Okay i have good news and bad news. I figured out why I could not get the blade to track  The axle that holds the upper trunion or pulley (wheel) is broken. I took off the wheel to find that the tension block and tracking tilt block were both broken. The part numbers show WA14-21 and WA14-26. I was reading is another forum that this happened to another guy a year or two ago. In the forum they were talking about this possibly being a standard part? Does anyone have any ideas where I could find these parts? I don't know how to upload pictures or i would.


----------



## JohnGray (Oct 6, 2007)

What's the model # of your saw?


----------



## frogr42000 (Apr 10, 2009)

jbs14mw


----------



## Beginningwoodworker (May 5, 2008)

Sounds like you got a deal with a little TLC.


----------



## frogr42000 (Apr 10, 2009)

Okay the tracking and tension block came in from Australia.
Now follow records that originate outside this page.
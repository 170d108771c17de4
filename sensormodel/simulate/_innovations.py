"""The stationary part of a channel from one normal stream: the innovations filter of
:func:`~sensormodel.linear.innovations_filter` as second-order sections, and the block engine
that runs it (in parallel form) together with the channel's random walks."""

from __future__ import annotations

import math
from collections.abc import Sequence
from typing import Any

import numpy as np
import numpy.typing as npt

from ..linear import InnovationsFilter
from ._streams import _Normals, _Source

_FloatArray = npt.NDArray[np.float64]


class _Innovations(_Source):
    """The stationary part of a channel from one normal stream (:func:`innovations_filter`)."""

    def __init__(self, design: InnovationsFilter, rng: Any) -> None:
        super().__init__()
        self._normals = _Normals(rng) if isinstance(rng, np.random.Generator) else rng
        self._std = design.std
        self.innovations = design
        # The innovation's scale goes into the first section's numerator (the filter is
        # linear: its states scale with it), so the unit deviates enter unscaled.
        self._sos = design.sos.copy()
        self._sos[:1, :3] *= design.std
        self._zi: _FloatArray | None = None
        self._e = np.empty(0)
        self.parallel_state = np.zeros(0)
        if design.sos.shape[0]:
            # initial state from the filter's stationary law (drawn first: fixed layout)
            z = np.zeros(design.sos.shape[0] * 2)
            u = self._normals.normal(design.init.shape[0])
            z[design.state_index] = design.init @ u
            self._zi = (z * design.std).reshape(-1, 2)
            # the same start in parallel form (what a channel's _Parallel source runs)
            self.parallel_state = design.std * (design.parallel_init @ u)

    def _block(self, size: int) -> _FloatArray:
        from scipy.signal import lfilter, sosfilt

        if self._zi is None:
            return self._normals.normal(size, self._std)
        if self._e.size < size:
            self._e = np.empty(size)
        e = self._normals.normal(size, out=self._e[:size])  # scratch: the filter copies it
        if self._sos.shape[0] == 1:
            # one section: lfilter runs the same transposed direct form II, faster
            sec = self._sos[0]
            k = 2 if (sec[2] or sec[5]) else 1  # the order of the section
            y, zf = lfilter(sec[: k + 1], sec[3 : 4 + k], e, zi=self._zi[0, :k])
            self._zi[0, :k] = zf
            return y  # type: ignore[no-any-return]
        y, self._zi = sosfilt(self._sos, e, zi=self._zi)
        return y  # type: ignore[no-any-return]


#: Below this size a matrix product is one single-threaded BLAS call (OpenBLAS threads a
#: product of m·k·n > 2^18: its interface/gemm.c, from memory; here products of 10^6 ran
#: threaded and 3x slower): the block engine cuts its products into such pieces, so its
#: results do not depend on the BLAS thread count and other threads' cores stay free.
_BLAS_PIECE = 1 << 18


def _rows(m: int, k: int, n: int) -> int:
    """Rows per piece of an (m, k) @ (k, n) product: the largest power of two dividing m
    with rows·k·n <= _BLAS_PIECE."""
    cap = max(1, _BLAS_PIECE // (k * n))
    return math.gcd(m, 1 << (cap.bit_length() - 1))


def _powers(q: _FloatArray, k: npt.ArrayLike) -> _FloatArray:
    """q_i^k_j as an array (len(q), len(k)); powers below 1e-150 (which add nothing to a
    float64 sum) are set to 0, so no denormal numbers slow the products down."""
    w = np.power(q[:, None], np.asarray(k, dtype=float)[None, :])
    w[w < 1e-150] = 0.0
    return w


def _decay_matrix(q: _FloatArray, size: int) -> _FloatArray:
    """A[i, j, l] = q_i^(j−1−l) for l < j, else 0 (j = 0 … size, l < size): the zero-start
    state of x_(j) = q x_(j−1) + u_(j−1) is (A_i @ u)_j."""
    lag = np.arange(size + 1)[:, None] - 1 - np.arange(size)[None, :]
    a = _powers(q, np.maximum(lag, 0).ravel()).reshape(q.size, size + 1, size)
    a[:, lag < 0] = 0.0
    return a


class _Parallel(_Source):
    """A sum of first-order recursions driven by independent unit normal streams, evaluated
    block by block with matrix products.

    y_k = Σ_s d_s ε_s[k] + Σ_i x_i[k],  x_i[k+1] = p_i x_i[k] + g_i ε_(s(i))[k]  (0 < p_i ≤ 1):
    the channel's innovations stream in parallel form (:attr:`InnovationsFilter.gains`) and
    its random walks (p = 1). This is the linear map of running the recursions sample by
    sample (:func:`scipy.signal.lfilter`), regrouped (D. Blelloch's "prefix sums and their
    applications", CMU-CS-90-190, 1990, for first-order recurrences): in sub-blocks of
    :attr:`SUB` samples the output is the deviates times the sub-block's impulse responses (a
    Toeplitz matrix) plus the free response p_i^k of the states entering the sub-block; those
    states follow from each sub-block's zero-start increments by the same recursion over
    sub-blocks (q_i = p_i^SUB), solved in chunks of :attr:`CHUNK` the same way, level by
    level. Rounding: sums of at most SUB or CHUNK terms per level instead of one long
    recursion. The partition is the fixed block schedule, so the record does not depend on
    the chunking.
    """

    SUB = 16
    CHUNK = 16

    def __init__(
        self,
        normals: Sequence[Any],
        direct: Sequence[float],
        stream: Sequence[int],
        poles: npt.ArrayLike,
        gains: npt.ArrayLike,
        state: npt.ArrayLike,
    ) -> None:
        super().__init__()
        L, c = self.SUB, self.CHUNK
        self._normals = list(normals)
        p = np.asarray(poles, dtype=float)
        g = np.asarray(gains, dtype=float)
        st = np.asarray(stream, dtype=np.intp)
        x0 = np.asarray(state, dtype=float)
        if p.size and np.any(np.diff(st) < 0):
            raise AssertionError("poles must be grouped by stream")  # pragma: no cover
        if p.size == 1:
            # A second, idle state (gain 0, state 0: it adds exact zeros): products with an
            # inner dimension of 1 are 10x slower than with 2 in numpy's matmul.
            p, g, st, x0 = (
                np.append(v, e) for v, e in ((p, 0.5), (g, 0.0), (st, st[0]), (x0, 0.0))
            )
        self._x = x0.copy()
        self._n, self._ns = p.size, len(self._normals)
        lag = np.arange(L)[:, None] - 1 - np.arange(L)[None, :]  # [k, l]
        pw = _powers(p, np.maximum(lag, 0).ravel()).reshape(p.size, L, L)
        tail = _powers(p, L - 1 - np.arange(L))  # (n, L): p^(L−1−l)
        self._T: list[_FloatArray] = []  # per stream, (L, L): deviate l → output k, as [l, k]
        self._V: list[tuple[int, slice, _FloatArray]] = []  # stream, its states, (n_s, L)
        for s in range(self._ns):
            mine = np.flatnonzero(st == s)
            T = np.diag(np.full(L, float(direct[s])))
            if mine.size:
                T += np.where(lag >= 0, np.einsum("i,ikl->kl", g[mine], pw[mine]), 0.0)
                rows = slice(int(mine[0]), int(mine[-1]) + 1)
                self._V.append((s, rows, g[mine, None] * tail[mine]))
            self._T.append(T.T.copy())
        self._O = _powers(p, np.arange(L))  # (n, L): free response of an entering state
        self._F = _powers(p, np.arange(c * L))  # (n, c·L): of a chunk's entering state
        self._q = _powers(p, [L])[:, 0]
        self._scans: dict[tuple[int, int], tuple[_FloatArray, ...]] = {}
        self._D = np.empty((self._ns, 0))
        self._U = self._tmp = np.empty(0)

    def _level(self, q: _FloatArray, m: int, level: int) -> tuple[_FloatArray, ...]:
        """The matrices of one level of :meth:`_scan` (cached)."""
        key = (level, m)
        if key not in self._scans:
            a = _decay_matrix(q, m)  # (n, m + 1, m)
            pw = _powers(q, np.arange(m + 1))
            inner = a[:, :m, :].transpose(0, 2, 1).copy()  # (n, m, m): u → entering states
            end = a[:, m, :, None].copy()  # (n, m, 1): u → the state after the last
            self._scans[key] = (inner, end, pw[:, None, :m].copy(), pw[:, m].copy())
        return self._scans[key]

    def _scan(
        self, u: _FloatArray, q: _FloatArray, x0: _FloatArray, level: int
    ) -> tuple[_FloatArray, _FloatArray]:
        """The states x_(j) entering steps j = 0 … M − 1 of x_(j+1) = q x_(j) + u_(j),
        x_(0) = x0, and x_(M); pole-major: u (n, M) → (n, M), (n,). In chunks of CHUNK
        steps: from a zero start within each chunk (a matrix product), the chunks' entering
        states by the same recursion one level up (q^CHUNK), plus their free response."""
        n, m = u.shape
        c = self.CHUNK
        if m <= c or m % c:
            inner, end, pw, pw_end = self._level(q, m, level)
            x = (u[:, None, :] @ inner)[:, 0, :]
            x += pw[:, 0, :] * x0[:, None]
            return x, (u[:, None, :] @ end)[:, 0, 0] + pw_end * x0
        inner, end, pw, pw_end = self._level(q, c, level)
        u3 = u.reshape(n, m // c, c)
        start, last = self._scan((u3 @ end)[:, :, 0], pw_end, x0, level + 1)
        x = u3 @ inner
        x += start[:, :, None] * pw
        return x.reshape(n, m), last

    def _block(self, size: int) -> _FloatArray:
        out = np.empty(size)
        self._block_into(size, out)
        return out

    def _block_into(self, size: int, out: _FloatArray) -> None:
        """The next block's output into ``out`` (contiguous, length ``size``)."""
        L, c, n = self.SUB, self.CHUNK, self._n
        m = size // L
        if m * L != size:  # pragma: no cover - the schedule's blocks are multiples of SUB
            raise AssertionError(f"block {size} is not a multiple of {L}")
        if self._D.shape[1] < size:
            self._D = np.empty((self._ns, size))
            self._U, self._tmp = np.empty(n * m), np.empty(size)
        D = self._D[:, :size]
        for s, normals in enumerate(self._normals):
            normals.normal(size, out=D[s])
        r = _rows(m, L, L)
        y, tmp = out.reshape(m // r, r, L), self._tmp[:size].reshape(m // r, r, L)
        for s in range(self._ns):  # the sub-blocks' own responses
            np.matmul(D[s].reshape(m // r, r, L), self._T[s], out=y if s == 0 else tmp)
            if s:
                y += tmp
        if not n:
            return
        # each sub-block's zero-start state increments, pole-major (n, m)
        U = self._U[: n * m].reshape(n, m)
        r = _rows(m, L, max(v.shape[0] for _, _, v in self._V))
        for s, rows, v in self._V:
            np.matmul(
                v,
                D[s].reshape(m // r, r, L).transpose(0, 2, 1),
                out=U[rows].reshape(v.shape[0], m // r, r).transpose(1, 0, 2),
            )
        # states entering each sub-block: within chunks of c sub-blocks from zero, and the
        # chunks' own entering states (one level up), whose free response is added via F
        if m % c:
            x, self._x = self._scan(U, self._q, self._x, 0)
            start = None
        else:
            inner, end, _, pw_end = self._level(self._q, c, 0)
            u3 = U.reshape(n, m // c, c)
            start, self._x = self._scan((u3 @ end)[:, :, 0], pw_end, self._x, 1)
            x = (u3 @ inner).reshape(n, m)
        r = _rows(m, n, L)
        np.matmul(x.T.reshape(m // r, r, n), self._O, out=tmp.reshape(m // r, r, L))
        out += self._tmp[:size]
        if start is not None:
            k = m // c
            r = _rows(k, n, c * L)
            full = self._tmp[:size].reshape(k // r, r, c * L)
            np.matmul(start.T.reshape(k // r, r, n), self._F, out=full)
            out += self._tmp[:size]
The saw is put back together and purring like a kitten. The only problem I face now is the pulleys the previous owner put on it. As stated before the previous owner cut mostly metal so he slowed down the blade. I'm just not getting the speed i need to cut wood. Does anyone know the stock pulley sizes and belt size?


----------



## ggfuzzy (Dec 4, 2009)

I inherited a JBS-14MW from my grandfather…it has a broken blade cover (the black plastic cover on the rear side of the saw). frogr42000, can you tell me how you went about finding replacement parts?


----------